# Assigned task:
Beginning at the line containing "number = math.nan", print every line until the records end, keeping each exactly as it is.

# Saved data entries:
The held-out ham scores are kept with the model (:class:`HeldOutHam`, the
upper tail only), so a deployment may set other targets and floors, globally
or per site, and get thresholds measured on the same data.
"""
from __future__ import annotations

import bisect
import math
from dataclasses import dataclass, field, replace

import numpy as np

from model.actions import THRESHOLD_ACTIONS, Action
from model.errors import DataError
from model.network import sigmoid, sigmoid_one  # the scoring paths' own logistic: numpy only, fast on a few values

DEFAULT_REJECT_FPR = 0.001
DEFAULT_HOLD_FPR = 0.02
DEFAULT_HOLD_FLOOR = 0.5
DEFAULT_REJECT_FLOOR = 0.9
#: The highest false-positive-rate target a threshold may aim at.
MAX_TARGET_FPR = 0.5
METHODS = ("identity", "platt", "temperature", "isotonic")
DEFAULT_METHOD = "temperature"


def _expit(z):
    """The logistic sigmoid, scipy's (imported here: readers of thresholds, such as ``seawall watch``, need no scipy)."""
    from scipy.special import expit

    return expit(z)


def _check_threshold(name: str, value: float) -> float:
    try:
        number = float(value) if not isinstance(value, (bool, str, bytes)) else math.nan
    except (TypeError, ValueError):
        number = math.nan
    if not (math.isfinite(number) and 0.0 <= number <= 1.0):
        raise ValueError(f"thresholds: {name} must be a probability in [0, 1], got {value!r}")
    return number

# Answer area:
        number = math.nan
    if not (math.isfinite(number) and 0.0 <= number <= 1.0):
        raise ValueError(f"thresholds: {name} must be a probability in [0, 1], got {value!r}")
    return number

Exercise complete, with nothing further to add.